Netanyahu asserts Israel may act militarily against Hezbollah if diplomacy fails

Prime Minister Netanyahu emphasized Israel’s right to act militarily against Hezbollah if diplomatic efforts fail to ensure security.

TOVAH LAZAROFF

SEPTEMBER 16, 2024 21:19Updated: SEPTEMBER 16, 2024 21:53
Prime Minister Benjamin Netanyahu. (photo credit: MARC ISRAEL SELLEM)Prime Minister Benjamin Netanyahu.(photo credit: MARC ISRAEL SELLEM)
The IDF must be free to act to end attacks by the Iranian proxy group Hezbollah, Prime Minister Benjamin Netanyahu told US special envoy Amos Hochstein, who visited Israel in hopes of securing a diplomatic resolution to the constrained war along the country’s northern border with Lebanon.

“Israel appreciates and respects the support of the United States but in the end will do what is necessary to maintain its security and return the residents of the North to their homes safely,” the Prime Minister’s Office said Monday as it paraphrased Netanyahu’s messages to Hochstein.

Netanyahu reiterated to Hochstein the same message he gave the government on Sunday.“It will not be possible to return our residents without a fundamental change in the security situation in the North,” Netanyahu said.

But while Netanyahu hinted at a military solution, Defense Minister Yoav Gallant spoke about it openly. US State Department spokesperson Matthew Miller said that the Biden administration was committed to a diplomatic resolution to the IDF-Hezbollah conflict.

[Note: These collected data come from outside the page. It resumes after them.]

Distribution describe(const std::vector<double>& values, const std::vector<double>& levels,
                      const std::vector<double>& bin_edges) {
  Distribution d;
  d.count = values.size();
  const std::size_t bins = bin_edges.size() >= 2 ? bin_edges.size() - 1 : 0;
  d.histogram.assign(bins, 0);
  if (values.empty()) {
    d.mean = d.sd = d.skewness = d.kurtosis = d.min = d.max = not_a_number;
    d.quantiles.assign(levels.size(), not_a_number);
    return d;
  }
  std::vector<double> sorted = values;
  sort_values(sorted);
  d.min = sorted.front();
  d.max = sorted.back();
  const double n = static_cast<double>(values.size());
  d.mean = compensated_sum(sorted) / n;
  double m2 = 0.0, m3 = 0.0, m4 = 0.0;
  for (double v : sorted) {
    const double x = v - d.mean;
    m2 += x * x;
    m3 += x * x * x;
    m4 += x * x * x * x;
  }
  set_shape(d, m2 / n, m3 / n, m4 / n);
  for (double q : levels) d.quantiles.push_back(quantile_sorted(sorted, q));
  if (bins > 0) {
    for (double v : sorted) {
      if (v < bin_edges.front()) { ++d.below; continue; }
      if (v > bin_edges.back()) { ++d.above; continue; }
      auto it = std::upper_bound(bin_edges.begin(), bin_edges.end(), v);
      std::size_t b = static_cast<std::size_t>(it - bin_edges.begin());
      b = b == 0 ? 0 : b - 1;
      if (b >= bins) b = bins - 1;  // the right edge belongs to the last bin
      ++d.histogram[b];
    }
  }
  return d;
}

namespace {
// The histogram bin of v (every bin [a, b) except the last, [a, b]), or counts it outside.
void bin_value(double v, std::size_t times, const std::vector<double>& bin_edges, Distribution& d) {
  const std::size_t bins = d.histogram.size();
  if (bins == 0) return;
  if (v < bin_edges.front()) { d.below += times; return; }
  if (v > bin_edges.back()) { d.above += times; return; }
  auto it = std::upper_bound(bin_edges.begin(), bin_edges.end(), v);
  std::size_t b = static_cast<std::size_t>(it - bin_edges.begin());
  b = b == 0 ? 0 : b - 1;
  if (b >= bins) b = bins - 1;  // the right edge belongs to the last bin
  d.histogram[b] += times;
}
}  // namespace

Distribution describe_tally(const IntegerTally& values, const std::vector<double>& levels,
                      const std::vector<double>& bin_edges) {
  Distribution d;
  d.count = values.size();
  d.histogram.assign(bin_edges.size() >= 2 ? bin_edges.size() - 1 : 0, 0);
  if (d.count == 0) {
    d.mean = d.sd = d.skewness = d.kurtosis = d.min = d.max = not_a_number;
    d.quantiles.assign(levels.size(), not_a_number);
    return d;
  }
  std::size_t first = 0, last = values.counts.size() - 1;
  while (values.counts[first] == 0) ++first;
  while (values.counts[last] == 0) --last;
  auto value_of = [&](std::size_t k) { return static_cast<double>(values.lowest + static_cast<long long>(k)); };
  d.min = value_of(first);
  d.max = value_of(last);
  const double n = static_cast<double>(d.count);
  long long sum = 0;  // exact: |values| <= 2N, fewer than N^2 of them
  for (std::size_t k = first; k <= last; ++k) sum += static_cast<long long>(values.counts[k]) * (values.lowest + static_cast<long long>(k));
  d.mean = static_cast<double>(sum) / n;
  double m2 = 0.0, m3 = 0.0, m4 = 0.0;
  for (std::size_t k = first; k <= last; ++k) {
    if (values.counts[k] == 0) continue;
    const double c = static_cast<double>(values.counts[k]), x = value_of(k) - d.mean;
    m2 += c * x * x;
    m3 += c * x * x * x;
    m4 += c * x * x * x * x;
    bin_value(value_of(k), values.counts[k], bin_edges, d);
  }
  set_shape(d, m2 / n, m3 / n, m4 / n);
  for (double q : levels) d.quantiles.push_back(quantile_type7(d.count, q, [&](std::size_t r) { return values.at(r); }));
  return d;
}

std::vector<double> freedman_diaconis_bins_tally(const IntegerTally& pooled, std::size_t max_bins) {
  const std::size_t n = pooled.size();
  if (n == 0) return fixed_bins(0.0, 1.0, 1);
  const double lo = pooled.at(0), hi = pooled.at(n - 1);
  if (lo == hi) return fixed_bins(lo - 0.5, hi + 0.5, 1);
  auto at = [&](std::size_t r) { return pooled.at(r); };
  const double iqr = quantile_type7(n, 0.75, at) - quantile_type7(n, 0.25, at);
  std::size_t bins = 1;
  if (iqr > 0.0) {
    const double width = 2.0 * iqr / std::cbrt(static_cast<double>(n));
    bins = static_cast<std::size_t>(std::ceil((hi - lo) / width));
  }
  bins = std::clamp<std::size_t>(bins, 1, std::max<std::size_t>(max_bins, 1));
  return fixed_bins(lo, hi, bins);
}

std::vector<double> fixed_bins(double lo, double hi, std::size_t bins) {
  if (!(std::isfinite(lo) && std::isfinite(hi) && lo < hi))
    fail(ErrorKind::argument, "histogram range must be two finite numbers lo < hi");
  if (bins == 0) fail(ErrorKind::argument, "histogram needs at least one bin");
  std::vector<double> edges(bins + 1);
  for (std::size_t b = 0; b <= bins; ++b)
    edges[b] = lo + (hi - lo) * static_cast<double>(b) / static_cast<double>(bins);
  edges[bins] = hi;
  return edges;
}

std::vector<double> freedman_diaconis_bins(std::vector<double> pooled, std::size_t max_bins) {
  pooled.erase(std::remove_if(pooled.begin(), pooled.end(), [](double v) { return !std::isfinite(v); }), pooled.end());
  if (pooled.empty()) return fixed_bins(0.0, 1.0, 1);
  const auto [min_it, max_it] = std::minmax_element(pooled.begin(), pooled.end());
  const double lo = *min_it, hi = *max_it;
  if (lo == hi) return fixed_bins(lo - 0.5, hi + 0.5, 1);
  // Order statistics by selection (linear time; the pool holds every point's values).
  auto at = [&](std::size_t k) {
    std::nth_element(pooled.begin(), pooled.begin() + static_cast<std::ptrdiff_t>(k), pooled.end());
    return pooled[k];
  };
  const double iqr = quantile_type7(pooled.size(), 0.75, at) - quantile_type7(pooled.size(), 0.25, at);
  std::size_t bins = 1;
  if (iqr > 0.0) {
    const double width = 2.0 * iqr / std::cbrt(static_cast<double>(pooled.size()));
    bins = static_cast<std::size_t>(std::ceil((hi - lo) / width));
  }
  bins = std::clamp<std::size_t>(bins, 1, std::max<std::size_t>(max_bins, 1));
  return fixed_bins(lo, hi, bins);
}

}  // namespace critplex::curvature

Miller said, “We have long made clear that we believe a diplomatic solution is the correct way, the only way, to bring calm to the north of Israel and allow Israeli citizens to return to their homes.”

At issue are the more than 60,000 Israelis who were forced to evacuate their homes along the northern border when the constrained IDF-Hezbollah war broke on October 8, one day after Hamas invaded southern Israel.Israel has insisted that for its citizens to return home, Hezbollah must abide by UN Security Council Resolution 1701 and withdraw to the Litani River.

Wider war with Hezbollah amid diplomatic efforts

Hochstein was meeting in Israel with Netanyahu, Gallant, and President Isaac Herzog as part of his continuing efforts to calm the situation in the North diplomatically. He arrived amid an intense debate as to whether Israel should now embark on a wider war with Hezbollah. The security cabinet was set to meet late Monday night.

It was a debate made more complicated by persistent reports that Netanyahu, for political reasons, was considering firing Gallant and replacing him with National Unity Party head MK Gideon Sa’ar.

Gallant has pushed Netanyahu to prioritize a wider war with Hezbollah – in which the IDF would enter Lebanon to push the Iranian proxy group back to the Litani River – over the existing war with Hamas.

“The only way left to return the residents of the North to their homes is via military action,” Gallant told Hochstein.He said that time for diplomatic action was running out as Hezbollah continues to “tie itself” to Hamas and refuses to end the conflict, according to the Defense Ministry.

Gallant “emphasized the importance of US support for Israel’s right to self-defense and for Israel’s commitment to returning citizens to their homes in northern Israel following a change in the security situation in the area,” the Defense Ministry said.

Gallant related the same message in a meeting with US Secretary of Defense Lloyd Austin earlier in the day.Miller said that in the Biden administration’s “conversations with Israeli officials, they have always made clear, as you I think you’ve heard them say publicly on a number of occasions, that they would ultimately prefer a diplomatic resolution.”

French Ambassador to Israel Frederic Journes said there can be no diplomatic solution to the IDF-Hezbollah violence in the North without a Gaza ceasefire.

“Hezbollah sees itself as the so-called Axis of Resistance,” Journes said at the Haaretz National Security Conference on Monday. “If they accept… a separate settlement with Israel while the war is ongoing in Gaza, it means they abandon Hamas.”

The absence of a Gaza ceasefire is “this huge thing, which has been blocking everything, which is limiting our efforts, which is limiting American efforts,” Journes said.

Nobody wants a wider war between Israel and Hezbollah in Lebanon, Journes explained. “Iran doesn’t want it. Hezbollah doesn’t want it. Israel doesn’t want it. And yet, it’s very possible that it happens, even though everybody more or less agrees on the parameters” of a resolution to that northern conflict, he added.

The region had braced for such a wider war in August after the IDF assassinated Hezbollah commander Fuad Shukr, but in the end, the situation had calmed down without such an outbreak.